Contudo, nos poucos artigos esta semana no Aftenposten, o maior jornal norueguês, que tinham a ver com Portugal ou poderiam ter, o desconhecimento e falta de interesse foi esmagador. Refiro-me à menção do "golpe de Estado" num artigo sobre a situação dos toxicodependentes no Porto, e à discussão do fascismo na Europa.

Pior ainda, quando confrontados com essa (digamos) imprecisão -- para mim e para todos os portugueses, penso eu, extremamente insultuosa -- através de uma carta ao jornal, em norueguês, de um cidadão norueguês que transcrevo aqui, o jornal simplesmente recusa-se a publicá-la, visto que há assuntos muito mais importantes a tratar.

"I Aftenposten sist lørdag sto det en artikkel om narkotikapolitikk og Portugal.
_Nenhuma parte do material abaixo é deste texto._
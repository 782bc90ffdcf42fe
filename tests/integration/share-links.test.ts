import { afterAll, beforeAll, describe, expect, it } from 'vitest';
import type { Actor } from '../../src/domain/access/permissions';
import { DELETE } from '../../src/pages/api/share-links/[link]';
import { GET as READ } from '../../src/pages/api/shared/[token]';
import { GET as LIST, POST } from '../../src/pages/api/sites/[site]/share-links';
import {
  shareLinkBody,
  sharedSite,
  shareLinks,
  type MadeShareLink,
  type ShareLinkBody,
  type SharedSite,
} from '../../src/schemas/api/share';
import { asActor } from '../../src/server/db/transaction';
import { newToken } from '../../src/server/auth/secret-link';
import {
  makeShareLink,
  sharedPage,
  siteShareLinks,
  withdrawShareLink,
} from '../../src/server/services/share-links';
import { testDatabase, type TestDatabase } from '../support/database';
import { ask } from '../support/endpoint';
import { testFleet, type TestFleet } from '../support/fleet';
import { failure } from '../support/refusal';

const CLINIC = 'Weirside Clinic';
const OTHER = 'Kestrel Row School';
const FOREIGN = 'Netloft Terrace';
const AT = new Date('2026-12-01T11:00:00Z');
const MINUTE = 60_000;
let db: TestDatabase;
let fleet: TestFleet;
let manager: Actor;
let stranger: Actor;
let address = 0;
/** A new place for each try, so that no test uses up another's. */
const somewhere = () => `192.0.2.${++address}`;

beforeAll(async () => {
  db = await testDatabase();
  fleet = await testFleet(db, [CLINIC, OTHER, FOREIGN]);
  manager = await fleet.actor('manager@lowfield.example');
  stranger = await fleet.actor('manager@harbourline.example');
  await db.owner.query(
    `update site set time_zone = 'Europe/London', switched_on_on = '2025-03-12', place = 'Aldermere Quay',
            shutdown_switch_place = 'east stairwell, ground floor';
     update organisation set phone = '+44 1632 960111'`,
  );
});
afterAll(() => db.drop());

const make = (more: Partial<ShareLinkBody> = {}, actor = manager, site = CLINIC, at = AT) =>
  asActor(actor, (tx) =>
    makeShareLink(
      tx,
      actor,
      fleet.site(site).ref,
      { label: 'Lobby', kiosk: false, endsOn: null, framedBy: null, ...more },
      { at, address: '192.0.2.200', origin: 'https://roofs.example' },
    ),
  );
const tokenOf = (made: MadeShareLink) => made.address.split('/shared/')[1] ?? '';
const end = (made: MadeShareLink, actor = manager) =>
  asActor(actor, (tx) => withdrawShareLink(tx, actor, made.link.id, AT, '192.0.2.200'));
const list = async (site = CLINIC, at = AT) =>
  (await asActor(manager, (tx) => siteShareLinks(tx, fleet.site(site).ref, at))).links;

describe('a link', () => {
  it('shows its site to whoever has it, and is told once', async () => {
    const made = await make({ label: 'Lobby', kiosk: true });
    expect(made.address).toMatch(/^https:\/\/roofs\.example\/shared\/[\w-]{43}$/);
    const site = await sharedPage(tokenOf(made), AT, somewhere());
    expect(site).toMatchObject({ name: CLINIC, organisation: 'Lowfield Solar Works', kiosk: true });
    const { rows } = await db.owner.query<{ kept: string }>('select l::text as kept from share_link l');
    expect(rows.map((r) => r.kept).join()).not.toContain(tokenOf(made));
    expect(JSON.stringify(await list())).not.toContain(tokenOf(made));
  });

  it('of a lobby screen may name one page that shows it in a frame', async () => {
    const framedBy = 'https://screens.example';
    const made = await make({ label: 'Framed', kiosk: true, framedBy });
    expect((await sharedPage(tokenOf(made), AT, somewhere())).framedBy).toBe(framedBy);
    const body = { label: 'Framed', kiosk: true, endsOn: null };
    expect(shareLinkBody.parse({ ...body, framedBy: ' https://SCREENS.example/ ' }).framedBy).toBe(framedBy);
    for (const wrong of [
      { ...body, kiosk: false, framedBy },
      ...[
        'screens.example',
        'https://screens.example/page',
        'https://a.example https://b.example',
        "https://a.example; script-src 'unsafe-inline'",
        'https://a.example\r\nset-cookie: x=1',
        'javascript:alert(1)',
        "'self'",
        '*',
        'https://*.example',
      ].map((text) => ({ ...body, framedBy: text })),
    ])
      expect(shareLinkBody.safeParse(wrong).error?.issues.map((i) => i.path.join('.'))).toEqual(['framedBy']);
  });

  it('tells when it was last used, at most every minute', async () => {
    const made = await make({ label: 'Newsletter' });
    const lastUsed = async () => (await list()).find((l) => l.id === made.link.id)?.lastUsedAt;
    expect(await lastUsed()).toBeNull();
    await sharedPage(tokenOf(made), AT, somewhere());
    await sharedPage(tokenOf(made), new Date(AT.getTime() + MINUTE / 2), somewhere());
    expect(await lastUsed()).toBe(AT.toISOString());
    await sharedPage(tokenOf(made), new Date(AT.getTime() + 2 * MINUTE), somewhere());
    expect(await lastUsed()).toBe(new Date(AT.getTime() + 2 * MINUTE).toISOString());
  });

  it('ends with the last day at the site, not before and not later', async () => {
    await db.owner.query(`update site set time_zone = 'America/New_York' where id = $1`, [
      fleet.site(OTHER).id,
    ]);
    const made = await make({ endsOn: '2026-12-01' }, manager, OTHER);
    expect(made.link.expiresAt).toBe('2026-12-02T05:00:00.000Z');
    const before = new Date('2026-12-02T04:59:59Z');
    const after = new Date('2026-12-02T05:00:00Z');
    expect((await sharedPage(tokenOf(made), before, somewhere())).name).toBe(OTHER);
    expect((await failure(sharedPage(tokenOf(made), after, somewhere()))).kind).toBe('not_found');
    expect((await list(OTHER, before))[0]?.state).toBe('open');
    expect((await list(OTHER, after))[0]?.state).toBe('expired');
  });

  it('is not made for a day that is over', async () => {
    const { kind, detail } = await failure(make({ endsOn: '2026-11-30' }));
    expect(kind).toBe('invalid');
    expect(detail.fields?.[0]?.field).toBe('endsOn');
  });

  it('that is ended, ran out, was forged or never made is refused in the same words', async () => {
    const ended = await make({ label: 'Fair' });
    await end(ended);
    const expired = await make({ label: 'Week', endsOn: '2026-12-01' });
    const whole = tokenOf(await make({ label: 'Whole' }));
    const later = new Date('2026-12-03T00:00:00Z');
    const answers = await Promise.all(
      [
        tokenOf(ended),
        tokenOf(expired),
        newToken(),
        whole.slice(0, -1),
        `${whole}=`,
        whole.split('').reverse().join(''),
        "' or true --",
        '',
      ].map((token) => failure(sharedPage(token, later, somewhere()))),
    );
    expect(new Set(answers.map((a) => `${a.kind} ${a.message}`)).size).toBe(1);
    expect(answers[0]?.kind).toBe('not_found');
    expect((await sharedPage(whole, later, somewhere())).name).toBe(CLINIC);
  });

  it('that is guessed at is throttled, and the guesses darken no screen behind the same connection', async () => {
    const made = await make({ label: 'Screen' });
    const place = '198.51.100.7';
    const kinds = new Set<string>();
    for (let i = 0; i < 62; i++) kinds.add((await failure(sharedPage(newToken(), AT, place))).kind);
    expect([...kinds]).toEqual(['not_found', 'too_many']);
    expect((await sharedPage(tokenOf(made), AT, place)).name).toBe(CLINIC);
  });
});

describe('who may', () => {
  it('another organisation’s manager neither makes, lists nor ends', async () => {
    expect((await failure(make({}, stranger))).kind).toBe('not_found');
    const made = await make({ label: 'Ours' });
    expect((await failure(end(made, stranger))).kind).toBe('not_found');
    const listed = asActor(stranger, (tx) => siteShareLinks(tx, fleet.site(CLINIC).ref, AT));
    expect((await failure(listed)).kind).toBe('not_found');
    expect((await sharedPage(tokenOf(made), AT, somewhere())).name).toBe(CLINIC);
  });

  it('an actor of another site of the organisation does not end it', async () => {
    const made = await make({ label: 'Ours too' });
    const elsewhere: Actor = { ...manager, sites: [fleet.site(OTHER).id] };
    expect((await failure(end(made, elsewhere))).kind).toBe('not_found');
  });

  it.each(['technician', 'analyst', 'customer'] as const)('%s: none of it', async (role) => {
    const actor = await fleet.actor(`${role}@lowfield.example`);
    const params = { site: fleet.site(CLINIC).ref, link: (await make()).link.id };
    const body = { label: 'Mine', kiosk: false, endsOn: null, framedBy: null };
    expect((await ask(POST, { actor, params, method: 'POST', body })).status).toBe(403);
    expect((await ask(LIST, { actor, params })).status).toBe(403);
    expect((await ask(DELETE, { actor, params, method: 'DELETE' })).status).toBe(403);
  });

  it('a manager, over the API, with what is wrong named at its field', async () => {
    const params = { site: fleet.site(CLINIC).ref };
    const wrong = await ask(POST, {
      actor: manager,
      params,
      method: 'POST',
      body: { label: ' ', kiosk: false, endsOn: 'soon' },
    });
    expect(wrong.status).toBe(422);
    const { fields } = (await wrong.json()) as { fields: { field: string }[] };
    expect(fields.map((f) => f.field)).toEqual(['body.label', 'body.endsOn']);
    const made = await ask(POST, {
      actor: manager,
      params,
      method: 'POST',
      body: { label: 'API', kiosk: false, endsOn: null },
    });
    const { link, address: href } = (await made.json()) as MadeShareLink;
    expect(new URL(href).pathname).toMatch(/^\/shared\/[\w-]{43}$/);
    const listed = shareLinks.parse(await (await ask(LIST, { actor: manager, params })).json());
    expect(listed.links.map((l) => l.id)).toContain(link.id);
    const over = await ask(DELETE, { actor: manager, params: { link: link.id }, method: 'DELETE' });
    expect(((await over.json()) as { state: string }).state).toBe('ended');
    const again = await ask(DELETE, { actor: manager, params: { link: link.id }, method: 'DELETE' });
    expect(again.status).toBe(404);
  });

  it('is written down, who made and who ended it, without the token', async () => {
    const made = await make({ label: 'Written', kiosk: true, endsOn: '2026-12-24' });
    await end(made);
    const { rows } = await db.owner.query<{ action: string; site: number; person: number; all: string }>(
      `select action, site_id as site, person_id as person, a::text as all from audit_entry a
       where subject = 'shared page “Written”' order by id`,
    );
    expect(rows.map((r) => r.action)).toEqual(['share.made', 'share.ended']);
    for (const row of rows) {
      expect(row).toMatchObject({ site: fleet.site(CLINIC).id, person: manager.personId });
      expect(row.all).not.toContain(tokenOf(made));
    }
    expect(rows[0]?.all).toContain('2026-12-24');
  });
});

describe('what is shown', () => {
  const read = async (): Promise<{ site: SharedSite; text: string; headers: Headers }> => {
    const made = await make();
    const response = await ask(READ, { actor: null, params: { token: tokenOf(made) } });
    expect(response.status).toBe(200);
    const text = await response.text();
    return { site: sharedSite.parse(JSON.parse(text)), text, headers: response.headers };
  };

  it('is less than the owner sees: no address, no telephone, no person, no identifier, no serial', async () => {
    const { rows } = await db.owner.query<{ secret: string }>(
      `select ref::text as secret from site where name = $1
       union all select serial from unit u join placement p on p.unit_id = u.id join slot on slot.id = p.slot_id
         join string s on s.id = slot.string_id join site on site.id = s.site_id where site.name = $1
       union all select serial from logger l join site on site.id = l.site_id where site.name = $1
       union all select name from person
       union all select email from person`,
      [CLINIC],
    );
    expect(rows.length).toBeGreaterThan(20);
    const { text } = await read();
    for (const secret of [
      'Aldermere Quay',
      'east stairwell',
      '960111',
      ...rows.map((r) => r.secret),
      OTHER,
      FOREIGN,
    ])
      expect(text).not.toContain(secret);
  });

  it('is never kept, indexed or told to others', async () => {
    const { headers } = await read();
    expect(headers.get('cache-control')).toBe('no-store');
    expect(headers.get('x-robots-tag')).toBe('noindex');
    expect(headers.get('referrer-policy')).toBe('no-referrer');
  });

  it('sums the year from its first day, and today once', async () => {
    const made = await make();
    const { id } = fleet.site(CLINIC);
    await db.owner.query(
      `insert into site_day (day, site_id, energy_ac, energy_dc, energy_expected, lost_minutes, lost_minutes_grid, complete)
       select day::date, $1, 1000, 1000, null, 0, 0, 1
       from unnest(array['2025-12-31', '2026-01-01', '2026-07-01', '2026-11-30', '2026-12-01']) day`,
      [id],
    );
    await db.owner.query(
      `insert into site_quarter (at, site_id, ac_power)
       select '2026-12-01T10:00:00Z'::timestamptz + i * interval '15 min', $1, 4000 from generate_series(0, 3) i`,
      [id],
    );
    const site = await sharedPage(tokenOf(made), AT, somewhere());
    expect(site.year).toEqual({ first: '2026-01-01', energy: 3000 + 4000 });
    expect(site.life?.energy).toBe(4000 + 4000);
    expect(site.month.energy).toBe(4000);
  });
});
Det som gjelder narkotikalovgivning og narkotikabruk, skal jeg ikke ta stilling til. Men jeg reagerer på en kjapp og litt vel lettvint innføring i portugisisk samtidshistorie, når forfatterne skriver at: «Bruken av ulovlige rusmidler eksploderte utover 70- og 80-tallet, etter et militærkupp (…).»
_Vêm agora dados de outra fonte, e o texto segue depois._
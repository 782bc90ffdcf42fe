import { afterAll, beforeAll, describe, expect, it } from 'vitest';
import type { Actor } from '../../src/domain/access/permissions';
import { GET as readRoute, PUT as saveRoute } from '../../src/pages/api/sites/[site]/roof';
import { roofPlan, type RoofPlan, type RoofSave } from '../../src/schemas/api/roof';
import { testDatabase, type TestDatabase } from '../support/database';
import { ask } from '../support/endpoint';
import { testFleet, type TestFleet } from '../support/fleet';

const HALL = 'Old Tannery Market Hall';
let db: TestDatabase;
let fleet: TestFleet;
let technician: Actor;
let analyst: Actor;
let stranger: Actor;

beforeAll(async () => {
  db = await testDatabase();
  fleet = await testFleet(db, [HALL]);
  technician = await fleet.actor('technician@lowfield.example');
  analyst = await fleet.actor('analyst@lowfield.example');
  stranger = await fleet.actor('manager@harbourline.example');
});
afterAll(async () => {
  await db.drop();
});

const params = () => ({ site: fleet.site(HALL).ref });
async function read(): Promise<RoofPlan> {
  const response = await ask(readRoute, { actor: analyst, params: params() });
  expect(response.status).toBe(200);
  return roofPlan.parse(await response.json());
}
const save = (body: RoofSave, actor: Actor = technician) =>
  ask(saveRoute, { actor, params: params(), method: 'PUT', body });
const laid = (plan: RoofPlan, name: string, y: number) => {
  const string = plan.strings.find((s) => s.name === name);
  if (!string) throw new Error(`no string ${name}`);
  return {
    id: string.id,
    seen: string.version,
    slots: string.slots.map((s) => ({
      position: s.position,
      roofX: s.position * 1.2,
      roofY: y,
      roofPlace: `row at ${y} m, module ${s.position}`,
    })),
  };
};

describe('the roof plan', () => {
  it('keeps an outline and several strings in one request, with history', async () => {
    const before = await read();
    const points: [number, number][] = [
      [0, 0],
      [42.5, 0],
      [42.5, 18],
      [0, 18],
    ];
    const response = await save({
      outline: { points, seen: before.outlineVersion },
      strings: [laid(before, 'B3', 2), laid(before, 'B4', 4)],
      reason: 'Measured on site',
    });
    expect(response.status).toBe(200);
    const after = await read();
    expect(after.outline).toEqual(points);
    const b3 = after.strings.find((s) => s.name === 'B3');
    expect(b3?.slots[4]).toMatchObject({ roofY: 2, roofPlace: 'row at 2 m, module 5' });
    expect(b3?.slots[4]?.roofX).toBeCloseTo(6, 4);
    expect(after.strings.find((s) => s.name === 'A1')).toEqual(before.strings.find((s) => s.name === 'A1'));
    const { rows } = await db.owner.query<{ action: string; of: string; reason: string }>(
      `select action, after ->> 'of' as of, reason from audit_entry where site_id = $1 and action like 'as_built.%' order by id`,
      [fleet.site(HALL).id],
    );
    expect(rows).toEqual([
      { action: 'as_built.site_changed', of: HALL, reason: 'Measured on site' },
      { action: 'as_built.slots_changed', of: 'B3', reason: 'Measured on site' },
      { action: 'as_built.slots_changed', of: 'B4', reason: 'Measured on site' },
    ]);
    // the same once more leaves no trace
    const again = await save({
      outline: { points, seen: after.outlineVersion },
      strings: [laid(after, 'B3', 2)],
    });
    expect(again.status).toBe(200);
    const { rows: count } = await db.owner.query<{ n: number }>(
      `select count(*)::int as n from audit_entry where site_id = $1 and action like 'as_built.%'`,
      [fleet.site(HALL).id],
    );
    expect(count[0]?.n).toBe(3);
  });

  it('tells the second of two who change the same string, and lets the other strings be', async () => {
    const mine = await read();
    const theirs = await read();
    expect((await save({ strings: [laid(theirs, 'C1', 7)] })).status).toBe(200);
    expect((await save({ strings: [laid(mine, 'C2', 9)] })).status).toBe(200);
    const late = await save({ strings: [laid(mine, 'A1', 1), laid(mine, 'C1', 8)] });
    expect(late.status).toBe(409);
    const told = (await late.json()) as { detail: string; fields: { field: string }[] };
    expect(told.fields.map((f) => f.field)).toEqual(['strings.1']);
    expect(told.detail).toContain('C1 has been laid anew');
    const now = await read();
    expect(now.strings.find((s) => s.name === 'C1')?.slots[0]?.roofY).toBe(7);
    expect(now.strings.find((s) => s.name === 'A1')).toEqual(mine.strings.find((s) => s.name === 'A1'));
  });

  it('refuses an outline that crosses itself, a place far away, and a position that is not there', async () => {
    const plan = await read();
    const crossed: [number, number][] = [
      [0, 0],
      [10, 8],
      [10, 0],
      [0, 8],
    ];
    const outline = await save({ outline: { points: crossed, seen: plan.outlineVersion } });
    expect(outline.status).toBe(422);
    expect(JSON.stringify(await outline.json())).toContain('crosses the line');
    const far = laid(plan, 'A1', 1);
    expect((await save({ strings: [{ ...far, slots: [{ ...far.slots[0]!, roofX: 9e9 }] }] })).status).toBe(
      422,
    );
    const beyond = await save({ strings: [{ ...far, slots: [{ ...far.slots[0]!, position: 63 }] }] });
    expect(beyond.status).toBe(422);
    expect(await read()).toEqual(plan);
  });

  it('is seen by staff, written by those who build, and not there for others', async () => {
    expect((await save({ strings: [] }, analyst)).status).toBe(403);
    expect((await save({ strings: [] }, stranger)).status).toBe(404);
    expect((await ask(readRoute, { actor: stranger, params: params() })).status).toBe(404);
  });
});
At det som skjedde 25. april 1974 i Portugal for et militærkupp, er en sannhet med modifikasjoner. Når det gamle fascistregimet ble styrtet akkurat da, var det helt klart etter initiativ av lavere offiserer og befal ved flere avdelinger. Men det var langt ifra noe militærkupp slik vi kjenner det fra for eksempel Latin-Amerika, Spania i 1936 og også fra Portugal på 1920-tallet. De startet en revolusjon. Så snart det ble kjent, fikk soldatene massiv støtte fra størsteparten av befolkningen, sivile ledere sto fram, og det gamle regimet falt som en råtten frukt på en formiddag. Jf. dette bildet fra da statsminister Marcelo Caetano ble tatt til fange i en av de første timene på revolusjonsdagen 25. april 1974:

http://casacomum.org/cc/dossiers/25a_mobile/?photoId=10456.005&lang=pt

Så fulgte et år eller to med diskusjoner og aksjoner att og fram med stort folkelig engasjement, før Portugal fikk satt seg som et demokratisk land på linje med Norge og andre land i Vest-Europa.

Militære utløste det som ble en revolusjon i demokratisk lei, «Nellikrevolusjonen». Noe militærkupp i vanlig forstand var det ikke."

É triste, mas típico, que uma revolução como foi o 25 de abril, que, repito, foi única e teve consequências importantíssimas a nível mundial, seja totalmente esquecida, desprezada e menorizada por um país que em teoria pertence ao mesmo quadrante político e cultural, o ultimamente tão acarinhado "Ocidente" (sobre a história deste conceito duvidoso, veja-se o artigo do filósofo Kwame Anthony Appiah, em The Lies that Bind: Rethinking identity, 2018).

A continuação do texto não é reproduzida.